Groups of order $2^n$ have most non-isomorphic types and are notoriously hard to classify. For example, order $32$ has $51$ non-isomorphic groups, and order $64$ has $267$ ones. In general group theory texts, only groups of order up to $15$ are (completely) classified. Even the order of $16$ is not available for a full classification.

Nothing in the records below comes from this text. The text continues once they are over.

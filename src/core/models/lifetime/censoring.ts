// Censored observations, read from the data columns and checked. A row's
// status says what its response value means:
//   exact     the unit failed at that time;
//   right     it was still working at that time (it outlived it);
//   left      it had already failed when first looked at, at that time;
//   interval  it failed between that time and the upper column's value.
// The upper column is read on interval rows only, so a null there elsewhere
// drops nothing: the caller leaves the upper column out of the columns that
// decide the common rows and includes the status column.
import type { Columns } from '../../types.ts';
import { issue, type Issue, type IssuePath } from '../../issues.ts';
import { unknownColumn } from '../../design/columns.ts';

export const CENSORING_STATUSES = ['exact', 'right', 'left', 'interval'] as const;
export type CensoringStatus = (typeof CENSORING_STATUSES)[number];

/** Status codes held in CensoredResponse.status: the index in CENSORING_STATUSES. */
export const EXACT = 0;
export const RIGHT = 1;
export const LEFT = 2;
export const INTERVAL = 3;

export interface CensoredResponse {
  /** Positions in the data of the rows used. */
  rows: readonly number[];
  /** The response: failure time (exact), last time seen working (right), time found failed (left), start of the window (interval). */
  time: Float64Array;
  /** End of the window on interval rows; NaN on the others. */
  upper: Float64Array;
  /** One code per row: EXACT, RIGHT, LEFT or INTERVAL. */
  status: Uint8Array;
  /** Column names, for issues. */
  timeColumn: string;
  upperColumn: string | null;
}

export interface CensoringColumns {
  status: string;
  upper?: string;
}

export type CensoringCounts = Record<CensoringStatus, number>;

function has(columns: Columns, name: unknown): name is string {
  return typeof name === 'string' && Object.prototype.hasOwnProperty.call(columns, name);
}

/** The response times on the used rows: numbers, present and finite, or the first problem. */
function readTimes(columns: Columns, name: string, rows: readonly number[], at: IssuePath): Float64Array | Issue {
  if (!has(columns, name)) return unknownColumn(at, name, columns);
  const out = new Float64Array(rows.length);
  for (let i = 0; i < rows.length; i++) {
    const v = columns[name][rows[i]];
    if (typeof v === 'string') return issue('response_not_numeric', at, { column: name, row: rows[i], value: v });
    if (typeof v !== 'number') return issue('value_missing', at, { column: name, row: rows[i] });
    if (!Number.isFinite(v)) return issue('value_not_finite', at, { column: name, row: rows[i] });
    out[i] = v;
  }
  return out;
}

/** A response without censoring: every row an exact observation (a measurement). */
export function uncensoredResponse(time: Float64Array, rows: readonly number[], timeColumn: string): CensoredResponse {
  return {
    rows, time, upper: new Float64Array(time.length).fill(Number.NaN), status: new Uint8Array(time.length), timeColumn, upperColumn: null,
  };
}

/**
 * The response and its censoring on the given rows (normally the common
 * rows), or every problem found: an unknown status, a missing or
 * non-numeric upper value on an interval row, an upper value not above the
 * response. `censoring` null reads every row as exact.
 */
export function censoredResponse(
  columns: Columns,
  response: string,
  censoring: CensoringColumns | null,
  rows: readonly number[],
  at: { response: IssuePath; censoring: IssuePath } = { response: ['response'], censoring: ['censoring'] },
): { response: CensoredResponse } | { issues: Issue[] } {
  const time = readTimes(columns, response, rows, at.response);
  if (!(time instanceof Float64Array)) return { issues: [time] };
  if (censoring === null) return { response: uncensoredResponse(time, rows, response) };
  const issues: Issue[] = [];
  const statusAt = [...at.censoring, 'status'];
  const upperAt = [...at.censoring, 'upper'];
  if (!has(columns, censoring.status)) issues.push(unknownColumn(statusAt, censoring.status, columns));
  const upperName = censoring.upper ?? null;
  if (upperName !== null && !has(columns, upperName)) issues.push(unknownColumn(upperAt, upperName, columns));
  if (issues.length > 0) return { issues };
  const status = new Uint8Array(rows.length);
  const upper = new Float64Array(rows.length).fill(Number.NaN);
  const codes = new Map<unknown, number>(CENSORING_STATUSES.map((s, k) => [s, k]));
  for (let i = 0; i < rows.length && issues.length < 50; i++) {
    const row = rows[i];
    const raw = columns[censoring.status][row];
    const code = codes.get(raw);
    if (code === undefined) {
      issues.push(raw === null || raw === undefined
        ? issue('value_missing', statusAt, { column: censoring.status, row })
        : issue('censoring_status_unknown', statusAt, { column: censoring.status, row, value: String(raw) }));
      continue;
    }
    status[i] = code;
    if (code !== INTERVAL) continue;
    const v = upperName === null ? null : columns[upperName][row];
    if (typeof v === 'string') issues.push(issue('censoring_upper_not_numeric', upperAt, { column: upperName!, row, value: v }));
    else if (typeof v !== 'number' || !Number.isFinite(v)) {
      issues.push(issue('censoring_upper_missing', upperName === null ? at.censoring : upperAt, { column: upperName, row }));
    } else if (!(v > time[i])) {
      issues.push(issue('censoring_upper_not_above', upperAt, { column: upperName!, row, lower: time[i], upper: v }));
    } else upper[i] = v;
  }
  if (issues.length > 0) return { issues };
  return { response: { rows, time, upper, status, timeColumn: response, upperColumn: upperName } };
}

/** True when any row is censored: least-squares and GLM candidates cannot use such a response. */
export function isCensored(response: CensoredResponse): boolean {
  return response.status.some((s) => s !== EXACT);
}

export function censoringCounts(response: CensoredResponse): CensoringCounts {
  const counts: CensoringCounts = { exact: 0, right: 0, left: 0, interval: 0 };
  for (const s of response.status) counts[CENSORING_STATUSES[s]]++;
  return counts;
}

/**
 * The first row whose times a distribution of positive time cannot hold:
 * exact, right and left times must be above 0; an interval may start at 0
 * (failed before its first inspection, i.e. left-censored at its upper time).
 */
export function firstNonPositiveTime(response: CensoredResponse): { row: number; value: number; status: CensoringStatus } | null {
  for (let i = 0; i < response.time.length; i++) {
    const t = response.time[i];
    const s = response.status[i];
    if (s === INTERVAL ? t < 0 : !(t > 0)) return { row: response.rows[i], value: t, status: CENSORING_STATUSES[s] };
  }
  return null;
}
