// totalSumOfSquares writes ddAdd/ddSub/ddMul/ddMulDouble out inline; it must give
// the same bits as composing those functions (the reference below), and the
// textbook values on small exact cases (arithmetic by hand).

import t from 'tap';
import { totalSumOfSquares } from '../../../src/core/fit/total-sum-of-squares.ts';
import { ddAdd, ddDiv, ddMul, ddMulDouble, ddSub, type DD } from '../../../src/core/numeric/double-double.ts';

function composed(intercept: boolean, y: Float64Array, weights: Float64Array | undefined, weightTotal: number): number {
  const w = (i: number) => {
    if (!weights) return 1;
    const v = weights[i];
    return v > 0 && Number.isFinite(v) ? v : 0;
  };
  let mean: DD = [0, 0];
  if (intercept && weightTotal > 0) {
    let s: DD = [0, 0];
    let total: DD = [0, 0];
    for (let i = 0; i < y.length; i++) {
      s = ddAdd(s[0], s[1], ...ddMulDouble(y[i], 0, w(i)));
      total = ddAdd(total[0], total[1], w(i), 0);
    }
    mean = ddDiv(s[0], s[1], total[0], total[1]);
  }
  let acc: DD = [0, 0];
  for (let i = 0; i < y.length; i++) {
    if (w(i) === 0) continue;
    const [dh, dl] = ddSub(y[i], 0, mean[0], mean[1]);
    const [qh, ql] = ddMul(dh, dl, dh, dl);
    acc = ddAdd(acc[0], acc[1], ...ddMulDouble(qh, ql, w(i)));
  }
  return acc[0];
}

t.test('small exact cases', async (t) => {
  const y = Float64Array.from([1, 2, 3, 4]);
  t.equal(totalSumOfSquares(true, y, undefined, 4), 5, 'centred: 2.25 + 0.25 + 0.25 + 2.25');
  t.equal(totalSumOfSquares(false, y, undefined, 4), 30, 'uncentred: 1 + 4 + 9 + 16');
  const w = Float64Array.from([1, 0, -1, 2]);
  // Rows 2 and 3 count with weights 1 and 2 (a negative weight counts as 0): mean 3, 4 + 2.
  t.equal(totalSumOfSquares(true, y, w, 3), 6);
});

t.test('bit-identical to the composed double-double operations', async (t) => {
  let seed = 11;
  const u = () => ((seed = (Math.imul(seed, 1103515245) + 12345) >>> 0) / 4294967296);
  const cases: [string, Float64Array][] = [
    ['offset 1e6, spread 100', Float64Array.from({ length: 5000 }, () => 1e6 + 100 * u())],
    ['mixed signs and scales', Float64Array.from({ length: 5000 }, () => (u() - 0.5) * 10 ** Math.floor(20 * u() - 10))],
    ['beyond the split threshold', Float64Array.from({ length: 50 }, () => 1e300 * (u() + 1))],
  ];
  const w = Float64Array.from({ length: 5000 }, () => (u() < 0.1 ? 0 : u() * 3));
  for (const [name, y] of cases) {
    for (const intercept of [true, false]) {
      for (const weights of [undefined, w.subarray(0, y.length)]) {
        const total = weights ? weights.reduce((s, v) => s + v, 0) : y.length;
        const got = totalSumOfSquares(intercept, y, weights, total);
        t.ok(Object.is(got, composed(intercept, y, weights, total)), `${name}, intercept ${intercept}, ${weights ? 'weighted' : 'unweighted'}`);
      }
    }
  }
});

On this website, all groups up to order $500$ are classified with given names. My question is, are groups of $64$ or $128$ or higher classified manually through presentations or by programming (computational group theory)?

Answer 1

Order 64 was done by hand still -- Hall, Marshall, Jr.; Senior, James K. The groups of order $2^n$ ($n\le 6$). Macmillan, 1964. Order 128 is by computer, but would have been possible by hand, see also O'Brien, Vaughan-Lee The groups with order $p^7$ for odd prime $p$. J. Algebra 292 (2005), 243–258

Answer 2

It is known that the number of isomorphism classes of groups of order $p^n$ ($p$ prime) grows as $p^{{\frac{2}{27}n^3} +O(n^{8/3})}$ (Charles Sims, Enumerating p-groups, Proc. London Math. Soc., Series 3, 15 (1965), 151-166).

Because of this exponential growth, is it believed that almost all finite groups are $2$-groups: the fraction of isomorphism classes of $2$-groups among isomorphism classes of groups of order at most $n$ is thought to tend to $1$ as $n$ tends to infinity. If you look at the table in this paper of Conway, Dietrich and O'Brien, you can see that of the 49 910 529 484 different groups of order at most $2000$, 49 487 367 289, or just over 99%, are the $2$-groups of order 1024.

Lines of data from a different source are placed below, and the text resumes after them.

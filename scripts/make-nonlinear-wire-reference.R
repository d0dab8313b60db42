# Reference for test/http/nonlinear-comparisons.test.ts: an invented kiln-drying
# data set (boards' moisture content, % of dry mass, over 96 hours) and R's own
# fits of it — nls() for the mechanistic models, lm() for the polynomial —
# with logLik, AIC, BIC, coefficients, standard errors and delta-method
# standard errors of the mean at new hours (deriv() for the gradient, vcov()
# for the covariance). Run: Rscript scripts/make-nonlinear-wire-reference.R >
# test/reference/nonlinear/kiln-drying-r.json
set.seed(1407)
n <- 40
hours <- sort(round(runif(n, 0, 96), 1))
moisture <- round(6 + 36 * exp(-0.045 * hours) + rnorm(n, 0, 0.6), 2)
w <- round(runif(n, 0.5, 2), 2)
d <- data.frame(hours = hours, moisture = moisture, w = w)
at <- data.frame(hours = c(12, 48, 90))

num <- function(x) ifelse(is.na(x), "null", sprintf("%.17g", x))
vec <- function(x) paste0("[", paste(num(x), collapse = ", "), "]")
named <- function(x) paste0("{", paste(sprintf("\"%s\": %s", names(x), num(x)), collapse = ", "), "}")

eqForm <- expression(eq + (m0 - eq) * exp(-k * hours))
deltaSe <- function(fit, form, newdata) {
  g <- attr(eval(deriv(form, names(coef(fit))), c(as.list(coef(fit)), as.list(newdata))), "gradient")
  sqrt(rowSums((g %*% vcov(fit)) * g))
}

describe <- function(fit, extra = "") {
  s <- summary(fit)$coefficients
  sprintf("{ \"logLik\": %s, \"df\": %d, \"aic\": %s, \"bic\": %s, \"coefficients\": %s, \"standardErrors\": %s%s }",
          num(as.numeric(logLik(fit))), attr(logLik(fit), "df"), num(AIC(fit)), num(BIC(fit)),
          named(s[, 1]), named(s[, 2]), extra)
}

start <- list(eq = 5, m0 = 40, k = 0.03)
equilibrium <- nls(moisture ~ eq + (m0 - eq) * exp(-k * hours), d, start = start)
decay <- nls(moisture ~ m0 * exp(-k * hours), d, start = list(m0 = 40, k = 0.03))
quadratic <- lm(moisture ~ hours + I(hours^2), d)
# A model of log(moisture): R's logLik is on the log scale; the density of
# moisture itself gains the Jacobian −Σ ln y (change of variables).
logEquilibrium <- nls(log(moisture) ~ log(eq + (m0 - eq) * exp(-k * hours)), d, start = start)
jacobian <- -sum(log(d$moisture))
wEquilibrium <- nls(moisture ~ eq + (m0 - eq) * exp(-k * hours), d, start = start, weights = w)
wQuadratic <- lm(moisture ~ hours + I(hours^2), d, weights = w)

predictions <- sprintf(", \"predictAt\": %s, \"predictions\": %s, \"predictionStandardErrors\": %s",
                       vec(at$hours), vec(predict(equilibrium, at)), vec(deltaSe(equilibrium, eqForm, at)))

cat("{\n")
cat(sprintf("  \"source\": \"R %s, stats::nls and stats::lm; data invented (set.seed(1407)); scripts/make-nonlinear-wire-reference.R\",\n", getRversion()))
cat(sprintf("  \"data\": { \"hours\": %s, \"moisture\": %s, \"w\": %s },\n", vec(d$hours), vec(d$moisture), vec(d$w)))
cat(sprintf("  \"equilibrium\": %s,\n", describe(equilibrium, predictions)))
cat(sprintf("  \"decay\": %s,\n", describe(decay)))
cat(sprintf("  \"quadratic\": %s,\n", describe(quadratic)))
cat(sprintf("  \"logEquilibrium\": %s,\n", describe(logEquilibrium, sprintf(", \"jacobian\": %s", num(jacobian)))))
cat(sprintf("  \"weightedEquilibrium\": %s,\n", describe(wEquilibrium)))
cat(sprintf("  \"weightedQuadratic\": %s\n", describe(wQuadratic)))
cat("}\n")
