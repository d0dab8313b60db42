// householderQR against the textbook loop (for each reflector: dot product, then
// update, column by column; Golub & Van Loan, Matrix Computations, alg. 5.2.1,
// with the caller-order aliasing rule of LINPACK dqrdc2) written out here: the
// kernel fuses and interleaves these passes over several columns, and must give
// the same bits, because stored fits are replayed and compared value by value.

import t from 'tap';
import { householderQR, applyQt, applyQ } from '../../../src/core/fit/householder-qr.ts';

function textbookQR(columns: Float64Array[], n: number, tolerance: number, reference: number[]) {
  const q = columns.length;
  const work = new Float64Array(n * q);
  columns.forEach((col, c) => work.set(col, c * n));
  const accepted: number[] = [];
  const aliased: number[] = [];
  const rdiag = new Float64Array(q);
  const beta = new Float64Array(q);
  for (let c = 0; c < q; c++) {
    const k = accepted.length;
    const off = c * n;
    for (let j = 0; j < k; j++) {
      const offV = accepted[j] * n;
      let s = 0;
      for (let i = j; i < n; i++) s += work[offV + i] * work[off + i];
      const f = s / beta[j];
      for (let i = j; i < n; i++) work[off + i] -= f * work[offV + i];
    }
    let ss = 0;
    for (let i = k; i < n; i++) ss += work[off + i] * work[off + i];
    const nrm = Math.sqrt(ss);
    if (k >= n || !(nrm > tolerance * reference[c])) {
      aliased.push(c);
      continue;
    }
    const x0 = work[off + k];
    const alpha = x0 >= 0 ? -nrm : nrm;
    work[off + k] = x0 - alpha;
    rdiag[k] = alpha;
    beta[k] = -alpha * (x0 - alpha);
    accepted.push(c);
  }
  return { work, rdiag, beta, order: [...accepted, ...aliased], rank: accepted.length };
}

function randomColumns(n: number, p: number, seed: number): Float64Array[] {
  let s = seed;
  const uniform = () => ((s = (Math.imul(s, 1103515245) + 12345) >>> 0) / 4294967296 - 0.5);
  const cols = Array.from({ length: p }, () => Float64Array.from({ length: n }, uniform));
  // Aliased columns in the middle and at the end: the kernel's groups of pending
  // columns then start at every offset.
  cols[4] = cols[1].map((v, i) => v - 3 * cols[2][i]);
  cols[p - 1] = cols[0].map((v) => 0.5 * v);
  return cols;
}

const firstDifference = (a: Float64Array, b: Float64Array) => a.findIndex((v, i) => !Object.is(v, b[i]));

for (const [n, p] of [[50, 7], [300, 13], [20000, 30]]) {
  t.test(`${n} x ${p}: the same bits as the textbook loop`, async (t) => {
    const cols = randomColumns(n, p, 20261202 + p);
    const reference = cols.map((c) => Math.hypot(...c));
    const candidates = cols.map((_, j) => j);
    const got = householderQR(cols, n, candidates, reference, 1e-10);
    const want = textbookQR(cols, n, 1e-10, reference);
    t.same(got.order, want.order, 'pivot order (the two aliased columns last)');
    t.equal(got.rank, p - 2);
    const accepted = (work: Float64Array, order: number[]) =>
      Float64Array.from(order.slice(0, p - 2).flatMap((c) => [...work.subarray(c * n, (c + 1) * n)]));
    t.equal(firstDifference(accepted(got.work, got.order), accepted(want.work, want.order)), -1, 'reflectors and R');
    t.equal(firstDifference(got.rdiag, want.rdiag), -1, 'diagonal of R');
    t.equal(firstDifference(got.beta, want.beta), -1, 'reflector scalars');
    // Q^T then Q returns a vector to itself to rounding (a check that the factors are a QR at all).
    const z = Float64Array.from(cols[3]);
    applyQt(got, z);
    applyQ(got, z);
    t.ok(z.every((v, i) => Math.abs(v - cols[3][i]) < 1e-13), 'Q Q^T z = z');
  });
}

The first to create some order in the plethora of groups of prime-power order was Philip Hall (The classification of prime-power groups, J. Reine Angew. Math. 182 (1940),130-141). He observed that the notion of isomorphism of groups is really too strong to give rise to a satisfactory classification and that it had to be replaced by a weaker equivalence relation. Subsequently he discovered a suitable equivalence relation and called it isoclinism of groups. It is this classification principle that underlies the mentioned monograph of M. Hall and J. K. Senior on the classification of $2$-groups of order at most $64$ (see their first DEFINITION, where isoclinism class is not mentioned but rather family). Another strategy for classification is looking at coclasses: the coclass of a finite $p$-group of order $p^n$ and nilpotency class $c$ is $n−c$.

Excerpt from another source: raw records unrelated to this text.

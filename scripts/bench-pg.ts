// The benchmarks' throwaway PostgreSQL schemas, dropped when a run ends.
import pg from 'pg';

export async function dropBenchSchemas(url: string | undefined, schemas: readonly string[]): Promise<void> {
  if (!url || schemas.length === 0) return;
  const client = new pg.Client({ connectionString: url });
  await client.connect();
  try {
    for (const s of schemas) await client.query(`DROP SCHEMA IF EXISTS ${s} CASCADE`);
  } finally {
    await client.end();
  }
}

Yet another approach is that of Marcus du Sautoy (1999): he constructs certain zeta-functions and uses $p$-adic integrals to capture the number of finite $p$-groups, see this paper, or Zeta functions of Groups: the Quest for Order versus the Flight from Ennui, which appeared in Groups St Andrews 2001, LMS Lecture Note Series 304 (2001), 150-189.